There is very little research on what works. In forecasting rainfall probabilities and hurricanes, there have been specific studies to gather evidence, like workshops to find out how different audiences make decisions when given different representations of uncertainty. People have published recommendations for how to represent climate predictions, but these are based on general findings from social and decision sciences. We need new studies that focus specifically on climate. These might need to be different to those in weather-related areas for two reasons. First, people are given weather forecasts every day and interpret them based on their past experiences. But they are rarely given climate predictions, and have no experience of their successes and failures because climate is so long-term. Second, people’s interpretation of uncertain predictions may be affected by the politicisation of the science.
To sum up: we can learn useful lessons from weather forecasting about the possible options for showing multi-dimensional ensembles on the page, and about ways to measure what works. But the long-term nature of climate creates extra difficulties in representing predictions, just as it does in making them.
* Papers submitted for the IPCC Fifth Assessment Report deadline:
- Ritz, C., Durand, G., Edwards, T.L., Payne, A.J., Peyaud, V. and Hindmarsh, R.C.A. Bimodal probability of the dynamic contribution of Antarctica to future sea level. Submitted to Nature.
- Shannon, S.R., A.J. Payne, I.D. Bartholomew, M.R. van den Broeke, T.L. Edwards, X. Fettweis, O. Gagliardini, F. Gillet-Chaulet, H. Goelzer, M. Hoffman, P. Huybrechts, D. Mair, P. Nienow, M. Perego, S.F. Price, C.J.P.P Smeets, A.J. Sole, R.S.W. van de Wal and T. Zwinger. Enhanced basal lubrication and the contribution of the Greenland ice sheet to future sea level rise. Submitted to PNAS.
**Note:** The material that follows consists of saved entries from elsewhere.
#pragma once
// Patch fluxes of order 2: the divergence is built into the dofs, so that each patch is a free minimisation.

#include <cmath>
#include <tepor/flux/fan.hpp>
#include <tepor/flux/given_trace.hpp>
#include <tepor/flux/sweep.hpp>
#include <tepor/flux/tables2.hpp>

namespace tepor::detail {

/// One cell seen from the vertex of its patch.
struct FanPart2 {
    double r[3];      ///< balance of the hat against 1, and against the coordinates of the two other vertices
    double bubble[8]; ///< row of the bubble: with M_0..2, N_0..2, then right-hand side and 1 / diagonal
    double sum;       ///< S_j
    double area;
    double gxx, gxy, gyy; ///< B^T B
    double factor;        ///< 1 / (J k)
    double load[9];       ///< right-hand side of the nine fields: -integral of psi grad T . s
};

inline void prepare_part(const FluxWork& work, FanCell f, const FluxTables2& t, FanPart2& p) noexcept {
    const FluxProblem& problem = work.problem;
    const MeshData& mesh = *problem.mesh;
    const Id i0 = f.corner, i1 = FanWalk::next_corner(i0), i2 = FanWalk::next_corner(i1);
    const Id* node = mesh.cells.data() + 6 * as_size(f.cell);
    const Id* dof = problem.dof.data() + 6 * as_size(f.cell);
    const Point a = mesh.nodes[as_size(node[i0])];
    const Point t1 = stretched(problem, f.cell, mesh.nodes[as_size(node[i1])] - a),
                t2 = stretched(problem, f.cell, mesh.nodes[as_size(node[i2])] - a);
    const double k = problem.conductivity[as_size(f.cell)];
    const double j = cross(t1, t2);
    p.area = 0.5 * j;
    p.gxx = dot(t1, t1), p.gxy = dot(t1, t2), p.gyy = dot(t2, t2);
    p.factor = 1.0 / (j * k);
    // Differences from the vertex: the gradient does not feel the level, and loses no digits to it.
    const double level = work.temperature[dof[i0]];
    const double u1 = work.temperature[dof[i1]] - level, u2 = work.temperature[dof[i2]] - level;
    const double u3 = work.temperature[dof[3 + i0]] - level, u4 = work.temperature[dof[3 + i1]] - level,
                 u5 = work.temperature[dof[3 + i2]] - level;
    // reference gradient at the three vertices
    const double gx0 = 4.0 * u3 - u1, gx1 = 3.0 * u1 - 4.0 * u3, gx2 = 4.0 * (u4 - u5) - u1;
    const double gy0 = 4.0 * u5 - u2, gy1 = 4.0 * (u4 - u3) - u2, gy2 = 3.0 * u2 - 4.0 * u5;
    // k grad T . grad psi = h . reference gradient / J, with h = -k (G^-1 J) (1, 1)
    const double hx = -k / j * (p.gyy - p.gxy), hy = -k / j * (p.gxx - p.gxy);
    const double sx = gx0 + gx1 + gx2, sy = gy0 + gy1 + gy2;
    p.r[0] = -(hx * sx + hy * sy) / 6.0;
    p.r[1] = -(hx * (sx + gx1) + hy * (sy + gy1)) / 24.0;
    p.r[2] = -(hx * (sx + gx2) + hy * (sy + gy2)) / 24.0;
    if (work.loads.per_cell > 0) {
        const double* pair = work.loads.load.data() + 6 * as_size(f.cell);
        p.r[0] += pair[i0] + pair[3 + i0] + pair[3 + i2];
        p.r[1] += pair[3 + i0];
        p.r[2] += pair[3 + i2];
    } else {
        const double source = j * problem.source[as_size(f.cell)];
        p.r[0] += source / 6.0;
        p.r[1] += source / 24.0;
        p.r[2] += source / 24.0;
    }
    // psi grad T has degree 2: its values at the vertex and at the middles of the sides that meet there
    const double x3 = 0.25 * (gx0 + gx1), x5 = 0.25 * (gx0 + gx2), y3 = 0.25 * (gy0 + gy1), y5 = 0.25 * (gy0 + gy2);
    for (int i = 0; i < 9; ++i)
        p.load[i] = -(t.load[i][0][0] * gx0 + t.load[i][0][1] * x3 + t.load[i][0][2] * x5 + t.load[i][1][0] * gy0 +
                      t.load[i][1][1] * y3 + t.load[i][1][2] * y5);
}

/// Adds the energy of cell j to the fan: fields 7 and 8 carry -r, the bubble is eliminated on the spot.
inline void assemble_part(FanPart2& p, double after, const FluxTables2& t, FanSystem<2>& system, int j) noexcept {
    double a[7][7], right[7];
    const double gxx = p.factor * p.gxx, gxy = p.factor * p.gxy, gyy = p.factor * p.gyy;
    const auto entry = [&](int i, int l) { return gxx * t.xx[i][l] + gxy * t.xy[i][l] + gyy * t.yy[i][l]; };
    for (int i = 0; i < 7; ++i) {
        for (int l = 0; l <= i; ++l) a[i][l] = entry(i, l);
        right[i] = p.load[i] + entry(i, 7) * p.r[1] + entry(i, 8) * p.r[2];
    }
    const double inverse = 1.0 / a[6][6];
    for (int i = 0; i < 6; ++i) p.bubble[i] = a[6][i];
    p.bubble[6] = right[6];
    p.bubble[7] = inverse;
    for (int i = 0; i < 6; ++i) {
        const double f = a[6][i] * inverse;
        for (int l = 0; l <= i; ++l) a[i][l] -= f * a[6][l];
        right[i] -= f * right[6];
    }
    for (int i = 0; i < 6; ++i) { // known parts of M_0 = m + S_j and N_0 = m + S_{j+1}
        right[i] -= a[i][0] * p.sum;
        right[i] -= (i >= 3 ? a[i][3] : a[3][i]) * after;
    }
    auto& e = system[j];
    auto& g = system[j + 1];
    for (int i = 0; i < 2; ++i) {
        for (int l = 0; l < 2; ++l) {
            e.diagonal[i][l] += i >= l ? a[1 + i][1 + l] : a[1 + l][1 + i];
            g.diagonal[i][l] += i >= l ? a[4 + i][4 + l] : a[4 + l][4 + i];
            e.next[i][l] = a[4 + l][1 + i];
        }
        e.total[i] += a[1 + i][0] + a[3][1 + i];
        g.total[i] += a[4 + i][0] + a[4 + i][3];
        e.right[i] += right[1 + i];
        g.right[i] += right[4 + i];
    }
    system.total += a[0][0] + 2.0 * a[3][0] + a[3][3];
    system.total_right += right[0] + right[3];
}

TEPOR_INLINE void sweep_order2(const FluxWork& work, double* outflow, double* bubble) {
    const FluxProblem& problem = work.problem;
    const FluxTables2& tables = flux_tables2();
    const Index cells = problem.mesh->cell_count();
    FanWalk walk(work.neighbours, cells);
    FanSystem<2> system;
    std::vector<FanCell> fan;
    std::vector<FanPart2> part;
    const auto listed = [&](Id behind) -> const FluxSide* {
        return behind <= -2 ? &problem.sides[as_size(-2 - behind)] : nullptr;
    };
    for (Index c0 = 0; c0 < cells; ++c0)
        for (Id i0 = 0; i0 < 3; ++i0) {
            bool ring = false;
            Id first = -1, last = -1;
            if (!walk.next(as_id(c0), i0, fan, ring, first, last)) continue;
            const int n = static_cast<int>(fan.size());
            if (part.size() < fan.size()) part.resize(fan.size());
            double sum = 0.0, whole = 0.0;
            for (int j = 0; j < n; ++j) {
                prepare_part(work, fan[as_size(j)], tables, part[as_size(j)]);
                sum += part[as_size(j)].r[0];
                whole += part[as_size(j)].area;
            }
            FanSystem<2>::End begin, end;
            bool m_known = false;
            double m = 0.0, left_over = 0.0;
            if (ring) {
                left_over = sum;
            } else {
                if (const FluxSide* side = listed(first); !side || side->kind != SideKind::fixed) {
                    const GivenTrace2 g(side ? work.moments[as_size(-2 - first)] : SideMoments{}, true);
                    begin.known = m_known = true;
                    begin.x[0] = -g.moment[1];
                    begin.x[1] = -g.moment[2];
                    m = -g.moment[0];
                }
                if (const FluxSide* side = listed(last); !side || side->kind != SideKind::fixed) {
                    const GivenTrace2 g(side ? work.moments[as_size(-2 - last)] : SideMoments{}, false);
                    end.known = true;
                    end.x[0] = g.moment[1];
                    end.x[1] = g.moment[2];
                    if (m_known)
                        left_over = m + sum - g.moment[0];
                    else
                        m = g.moment[0] - sum;
                    m_known = true;
                }
            }
            const double spread = left_over / whole;
            system.reset(n);
            sum = 0.0;
            for (int j = 0; j < n; ++j) {
                FanPart2& p = part[as_size(j)];
                p.sum = sum;
                p.r[0] -= spread * p.area;
                p.r[1] -= spread * p.area / 3.0;
                p.r[2] -= spread * p.area / 3.0;
                sum += p.r[0];
                assemble_part(p, sum, tables, system, j);
            }
            const double total = system.solve(ring, begin, end, m_known, m);
            for (int j = 0; j < n; ++j) {
                const FanCell f = fan[as_size(j)];
                const FanPart2& p = part[as_size(j)];
                const auto& e = system[j];
                const auto& g = system[j + 1];
                const double enter = total + p.sum;
                // in a ring the last edge is the first: the very same numbers, though sum is zero only up to rounding
                const double leave = total + (j + 1 < n ? part[as_size(j) + 1].sum : ring ? 0.0 : sum);
                double* out = outflow + 9 * as_size(f.cell);
                double* begin_side = out + 3 * as_size(f.corner);
                double* end_side = out + 3 * as_size(FanWalk::next_corner(FanWalk::next_corner(f.corner)));
                begin_side[0] -= enter;
                begin_side[1] -= e.x[0];
                begin_side[2] -= e.x[1];
                end_side[0] += leave;
                end_side[1] -= g.x[0];
                end_side[2] += g.x[1];
                bubble[f.cell] +=
                    p.bubble[7] * (p.bubble[6] - p.bubble[0] * enter - p.bubble[1] * e.x[0] - p.bubble[2] * e.x[1] -
                                   p.bubble[3] * leave - p.bubble[4] * g.x[0] - p.bubble[5] * g.x[1]);
            }
        }
}

} // namespace tepor::detail
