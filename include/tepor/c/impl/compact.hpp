#pragma once
// Small models for control.

#include <tepor/c/impl/march.hpp>

struct tepor_model {
    tepor::StateSpace model;
};

namespace tepor::c {

inline const std::vector<double>& part_of(const StateSpace& model, tepor_model_part part) {
    switch (part) {
    case TEPOR_MODEL_A: return model.A;
    case TEPOR_MODEL_B: return model.B;
    case TEPOR_MODEL_C: return model.C;
    case TEPOR_MODEL_D: return model.D;
    case TEPOR_MODEL_U0: return model.u0;
    case TEPOR_MODEL_Y0: return model.y0;
    case TEPOR_MODEL_CONTINUOUS_A: return model.Ac;
    case TEPOR_MODEL_CONTINUOUS_B: return model.Bc;
    case TEPOR_MODEL_STATE: return model.state();
    default: misuse("the part of the model is no tepor_model_part");
    }
}

inline void expect_channel(const StateSpace& model, int64_t output, int64_t input) {
    if (output < 0 || output >= model.outputs || input < 0 || input >= model.inputs)
        misuse(tepor::detail::text("output ", output, ", input ", input, " of a model with ", model.outputs,
                                   " outputs and ", model.inputs, " inputs; they are counted from 0"));
}

} // namespace tepor::c

extern "C" {

tepor_compact_options tepor_compact_options_default(void) {
    const tepor::CompactOptions usual;
    tepor_compact_options o{};
    o.size = sizeof o;
    o.tolerance = usual.tolerance;
    return o;
}
tepor_status tepor_compact(tepor_session* session, const tepor_body* body, const tepor_compact_options* options,
                           tepor_model** out) {
    return tepor::c::run(session, body && options && out, [&] {
        tepor_compact_options o = tepor_compact_options_default();
        tepor::c::take(options, o);
        tepor::CompactOptions how;
        for (size_t i = 0; i < o.input_count; ++i) {
            if (!o.inputs || !o.inputs[i]) tepor::c::misuse("an input of the model is NULL");
            how.inputs.push_back(o.inputs[i]->parameter);
        }
        for (size_t i = 0; i < o.output_count; ++i) {
            if (!o.outputs || !o.outputs[i]) tepor::c::misuse("an output of the model is NULL");
            how.outputs.push_back(o.outputs[i]->quantity);
        }
        how.sample_time = o.sample_time;
        how.tolerance = o.tolerance;
        how.highest_frequency = o.highest_frequency;
        if (o.input_scale) how.input_scale.assign(o.input_scale, o.input_scale + o.input_count);
        if (o.output_scale) how.output_scale.assign(o.output_scale, o.output_scale + o.output_count);
        how.order = static_cast<tepor::Index>(o.order);
        how.passive = o.passive != 0;
        how.capacity = tepor::c::capacity_of(o.capacity);
        *out = new tepor_model{tepor::compact(body->body, how)};
    });
}
void tepor_model_free(tepor_model* model) {
    delete model;
}
tepor_status tepor_model_facts_of(tepor_session* session, const tepor_model* model, tepor_model_facts* facts) {
    return tepor::c::run(session, model && facts, [&] {
        const tepor::StateSpace& m = model->model;
        tepor_model_facts out{};
        out.order = m.order;
        out.inputs = m.inputs;
        out.outputs = m.outputs;
        out.sample_time = m.sample_time;
        out.peak_gain = m.peak_gain;
        out.error_bound = m.error_bound;
        out.basis_error = m.basis_error;
        out.basis_size = m.basis_size;
        out.factorisations = m.factorisations;
        out.linearised = m.linearised ? 1 : 0;
        tepor::c::give(out, facts);
    });
}
tepor_status tepor_model_numbers(tepor_session* session, const tepor_model* model, tepor_model_part part,
                                 double* numbers, size_t entries) {
    return tepor::c::run(session, model && numbers,
                         [&] { tepor::c::copy_out(tepor::c::part_of(model->model, part), numbers, entries); });
}
void tepor_model_advance(tepor_model* model, const double* u, double* y) {
    if (model && u && y) model->model.advance(u, y);
}
void tepor_model_reset(tepor_model* model) {
    if (model) model->model.reset();
}
tepor_status tepor_model_steady_gain(tepor_session* session, const tepor_model* model, int64_t output, int64_t input,
                                     double* gain) {
    return tepor::c::run(session, model && gain, [&] {
        tepor::c::expect_channel(model->model, output, input);
        *gain = model->model.steady_gain(static_cast<tepor::Index>(output), static_cast<tepor::Index>(input));
    });
}
tepor_status tepor_model_gain(tepor_session* session, const tepor_model* model, int64_t output, int64_t input, double w,
                              double* re, double* im) {
    return tepor::c::run(session, model && re && im, [&] {
        tepor::c::expect_channel(model->model, output, input);
        const tepor::StateSpace::Gain gain =
            model->model.gain(static_cast<tepor::Index>(output), static_cast<tepor::Index>(input), w);
        *re = gain.re;
        *im = gain.im;
    });
}
tepor_status tepor_model_c_source(tepor_session* session, const tepor_model* model, const char* name,
                                  tepor_text** out) {
    return tepor::c::run(session, model && name && out, [&] { *out = new tepor_text{model->model.c_source(name)}; });
}
tepor_status tepor_model_csv(tepor_session* session, const tepor_model* model, tepor_text** out) {
    return tepor::c::run(session, model && out, [&] { *out = new tepor_text{model->model.csv()}; });
}

} // extern "C"
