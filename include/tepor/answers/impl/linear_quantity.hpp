#pragma once
// One function per kind of quantity.

#include <algorithm>
#include <cmath>
#include <limits>
#include <tepor/answers/linear_quantity.hpp>
#include <tepor/base/error.hpp>
#include <tepor/base/text.hpp>
#include <tepor/flux/disc.hpp>
#include <tepor/flux/line_cell.hpp>
#include <tepor/flux/loads.hpp>
#include <tepor/mesh/sides.hpp>

namespace tepor::detail {
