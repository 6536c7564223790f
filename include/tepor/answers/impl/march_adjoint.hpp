#pragma once
// The adjoint of a recorded march, leg by leg from its end.

#include <tepor/answers/impl/march_replay.hpp>
#include <tepor/answers/impl/march_sums.hpp>
#include <tepor/field/functional_slope.hpp>

namespace tepor::detail {
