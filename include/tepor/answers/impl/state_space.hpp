#pragma once
// Running a small model, and writing it as C.

#include <charconv>
#include <complex>
#include <tepor/answers/impl/dense.hpp>
#include <tepor/answers/state_space.hpp>
#include <tepor/base/error.hpp>
#include <tepor/base/text.hpp>

namespace tepor {

TEPOR_INLINE void StateSpace::reset() {
    x_ = x0;
    next_.assign(x0.size(), 0.0);
    y_ = y0;
}

// Column by column, so that the C source can be told to sum in the same order.
TEPOR_INLINE void StateSpace::advance(const double* u, double* y) noexcept {
    const Index n = order;
    double* next = next_.data();
    const double* x = x_.data();
    for (Index i = 0; i < n; ++i) next[i] = 0.0;
    for (Index j = 0; j < n; ++j)
        for (Index i = 0; i < n; ++i) next[i] += A[detail::as_size(i * n + j)] * x[j];
    for (Index j = 0; j < inputs; ++j) {
        const double d = u[j] - u0[detail::as_size(j)];
        for (Index i = 0; i < n; ++i) next[i] += B[detail::as_size(i * inputs + j)] * d;
    }
    x_.swap(next_);
    x = x_.data();
    for (Index i = 0; i < outputs; ++i) y[i] = y0[detail::as_size(i)];
    for (Index j = 0; j < n; ++j)
        for (Index i = 0; i < outputs; ++i) y[i] += C[detail::as_size(i * n + j)] * x[j];
    for (Index j = 0; j < inputs; ++j) {
        const double d = u[j] - u0[detail::as_size(j)];
        for (Index i = 0; i < outputs; ++i) y[i] += D[detail::as_size(i * inputs + j)] * d;
    }
}

TEPOR_INLINE StateSpace::Gain StateSpace::gain(Index i, Index j, double w) const {
    // (i w - Ac) x = Bc column as a real system of twice the size
    const auto n = detail::as_size(order);
    detail::Dense S(2 * n, 2 * n);
    detail::Dense b(2 * n, 1);
    for (std::size_t r = 0; r < n; ++r) {
        for (std::size_t c = 0; c < n; ++c) S(r, c) = S(n + r, n + c) = -Ac[r * n + c];
        S(r, n + r) -= w;
        S(n + r, r) += w;
        b(r, 0) = Bc[r * detail::as_size(inputs) + detail::as_size(j)];
    }
    const detail::Dense x = detail::solve(std::move(S), std::move(b));
    Gain out{D[detail::as_size(i * inputs + j)], 0.0};
    for (std::size_t c = 0; c < n; ++c) {
        out.re += C[detail::as_size(i) * n + c] * x(c, 0);
        out.im += C[detail::as_size(i) * n + c] * x(n + c, 0);
    }
    return out;
}

TEPOR_INLINE double StateSpace::steady_gain(Index i, Index j) const {
    return gain(i, j, 0.0).re;
}

namespace detail {

/// A double as a C99 hexadecimal constant: exact, and read alike by every compiler.
inline std::string hexadecimal(double v) {
    char buffer[40];
    const bool negative = v < 0.0 || (v == 0.0 && 1.0 / v < 0.0);
    const auto end = std::to_chars(buffer, buffer + sizeof buffer, negative ? -v : v, std::chars_format::hex).ptr;
    return (negative ? "-0x" : "0x") + std::string(buffer, end);
}

inline std::string exact_decimal(double v) {
    char buffer[40];
    const auto end = std::to_chars(buffer, buffer + sizeof buffer, v).ptr;
    return std::string(buffer, end);
}

/// One constant array, column by column.
inline void c_array(std::string& out, const std::string& name, const std::vector<double>& values, Index rows,
                    Index columns) {
    if (rows * columns == 0) {
        out += "static const double " + name + "[1] = {0.0};\n";
        return;
    }
    out += text("static const double ", name, "[", rows * columns, "] = {");
    Index written = 0;
    for (Index j = 0; j < columns; ++j)
        for (Index i = 0; i < rows; ++i, ++written) {
            out += written % 4 == 0 ? "\n    " : " ";
            out += hexadecimal(values[as_size(i * columns + j)]);
            if (written + 1 < rows * columns) out += ",";
        }
    out += "};\n";
}

/// Text inside a C comment.
inline std::string commented(const std::string& words) {
    std::string out;
    for (const char c : words) out += c == '*' || c == '/' || c == '\\' || c == '\n' || c == '?' ? ' ' : c;
    return out;
}

inline bool c_identifier(const std::string& name) {
    if (name.empty() || (name[0] >= '0' && name[0] <= '9')) return false;
    for (const char c : name)
        if (!((c >= 'a' && c <= 'z') || (c >= 'A' && c <= 'Z') || (c >= '0' && c <= '9') || c == '_')) return false;
    return true;
}

} // namespace detail

TEPOR_INLINE std::string StateSpace::c_source(const std::string& name) const {
    using detail::text;
    if (!detail::c_identifier(name))
        throw Error(ErrorCode::bad_name, name,
                    text("c_source: \"", name, "\" is no C identifier; use letters, digits and underscores"));
    std::string out = text("/* ", order, " states, step ", sample_time, " s. Inputs:");
    for (Index j = 0; j < inputs; ++j)
        out += text(j > 0 ? "; " : " ", detail::commented(input_names[detail::as_size(j)]));
    out += ".\n   Outputs:";
    for (Index i = 0; i < outputs; ++i)
        out += text(i > 0 ? "; " : " ", detail::commented(output_names[detail::as_size(i)]), " [",
                    output_units[detail::as_size(i)], "]");
    out += text(".\n   Error at most ", error_bound, " of a peak gain of ", peak_gain,
                " (scaled L2 norms; C99, sums in a fixed order). */\n");
    out += "#include <stddef.h>\n\n";
    detail::c_array(out, name + "_A", A, order, order);
    detail::c_array(out, name + "_B", B, order, inputs);
    detail::c_array(out, name + "_C", C, outputs, order);
    detail::c_array(out, name + "_D", D, outputs, inputs);
    detail::c_array(out, name + "_u0", u0, inputs, 1);
    detail::c_array(out, name + "_y0", y0, outputs, 1);
    detail::c_array(out, name + "_x0", x0, order, 1);
    const Index n = order;
    const Index states = n > 0 ? n : 1;
    out += text("\ntypedef struct {\n    double x[", states, "];\n} ", name, "_state;\n\n");
    out += text("void ", name, "_reset(", name, "_state *s) {\n    size_t i;\n    for (i = 0; i < ", n,
                "; ++i) s->x[i] = ", name, "_x0[i];\n}\n\n");
    out += text("/* u: ", inputs, " inputs held over the step; y: ", outputs, " outputs at its end */\n");
    out += text("void ", name, "_advance(", name, "_state *s, const double *u, double *y) {\n    double next[", states,
                "];\n    size_t i, j;\n");
    out += text("    for (i = 0; i < ", n, "; ++i) next[i] = 0.0;\n");
    out += text("    for (j = 0; j < ", n, "; ++j)\n        for (i = 0; i < ", n, "; ++i) next[i] += ", name, "_A[j * ",
                n, " + i] * s->x[j];\n");
    out +=
        text("    for (j = 0; j < ", inputs, "; ++j) {\n        const double d = u[j] - ", name,
             "_u0[j];\n        for (i = 0; i < ", n, "; ++i) next[i] += ", name, "_B[j * ", n, " + i] * d;\n    }\n");
    out += text("    for (i = 0; i < ", n, "; ++i) s->x[i] = next[i];\n");
    out += text("    for (i = 0; i < ", outputs, "; ++i) y[i] = ", name, "_y0[i];\n");
    out += text("    for (j = 0; j < ", n, "; ++j)\n        for (i = 0; i < ", outputs, "; ++i) y[i] += ", name,
                "_C[j * ", outputs, " + i] * s->x[j];\n");
    out += text("    for (j = 0; j < ", inputs, "; ++j) {\n        const double d = u[j] - ", name,
                "_u0[j];\n        for (i = 0; i < ", outputs, "; ++i) y[i] += ", name, "_D[j * ", outputs,
                " + i] * d;\n    }\n}\n");
    return out;
}

TEPOR_INLINE std::string StateSpace::csv() const {
    std::string out = "name,row,values\n";
    const auto matrix = [&out](const char* name, const std::vector<double>& values, Index rows, Index columns) {
        for (Index i = 0; i < rows; ++i) {
            out += detail::text(name, ",", i);
            for (Index j = 0; j < columns; ++j) {
                out += ',';
                out += detail::exact_decimal(values[detail::as_size(i * columns + j)]);
            }
            out += "\n";
        }
    };
    matrix("A", A, order, order);
    matrix("B", B, order, inputs);
    matrix("C", C, outputs, order);
    matrix("D", D, outputs, inputs);
    matrix("x0", x0, order, 1);
    matrix("u0", u0, inputs, 1);
    matrix("y0", y0, outputs, 1);
    matrix("sample_time", {sample_time}, 1, 1);
    matrix("error_bound", {error_bound}, 1, 1);
    return out;
}

} // namespace tepor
- Goelzer, H., P. Huybrechts, J.J. Fürst, M.L. Andersen, T.L. Edwards, X. Fettweis, F.M. Nick, A.J. Payne and S. Shannon. Sensitivity of Greenland ice sheet projections to model formulations. Submitted to Journal of Glaciology.
- Nick, F.M., Vieli, A., Andersen, M.L., Joughin, I., Payne, A.J., Edwards, T.L., Pattyn, F. and Roderik van de Wal. Future sea-level rise from Greenland’s major outlet glaciers in a warming climate. Submitted to Nature.
- Payne, A.J., S.L. Cornford, D.F. Martin, C. Agosta, M.R. van den Broeke, T.L. Edwards, R.M. Gladstone, H.H. Hellmer, G. Krinner, A.M. Le Brocq, S.M. Ligtenberg, W.H. Lipscomb, E.G. Ng, S.R. Shannon , R. Timmerman and D.G. Vaughan. Impact of uncertainty in climate forcing on projections of the West Antarctic ice sheet over the 21st and 22nd centuries. Submitted to Earth and Planetary Science Letters.
- Barrand, N.E., R.C.A. Hindmarsh, R.J. Arthern, C.R. Williams, J. Mouginot, B. Scheuchl, E. Rignot, S. R.M. Ligtenberg, M, R. van den Broeke, T. L. Edwards, A.J. Cook, and S. B. Simonsen. Computing the volume response of the Antarctic Peninsula ice sheet to warming scenarios to 2200. Submitted to Journal of Glaciology.
** Some types of ensemble are:
- ‘initial conditions': slightly different versions of today’s weather, as in the weather forecasting example above
- ‘scenarios': different possible future storylines, e.g. of greenhouse gas emissions
- ‘parameters': different values for the control dials of the climate model, which affect the behaviour of things we can’t include as specific physical laws
- ‘multi-model': different climate models from the different universities and meteorological institutes around the world
*** Too Much Information
**** Yes, we did reinvent a word, a bit.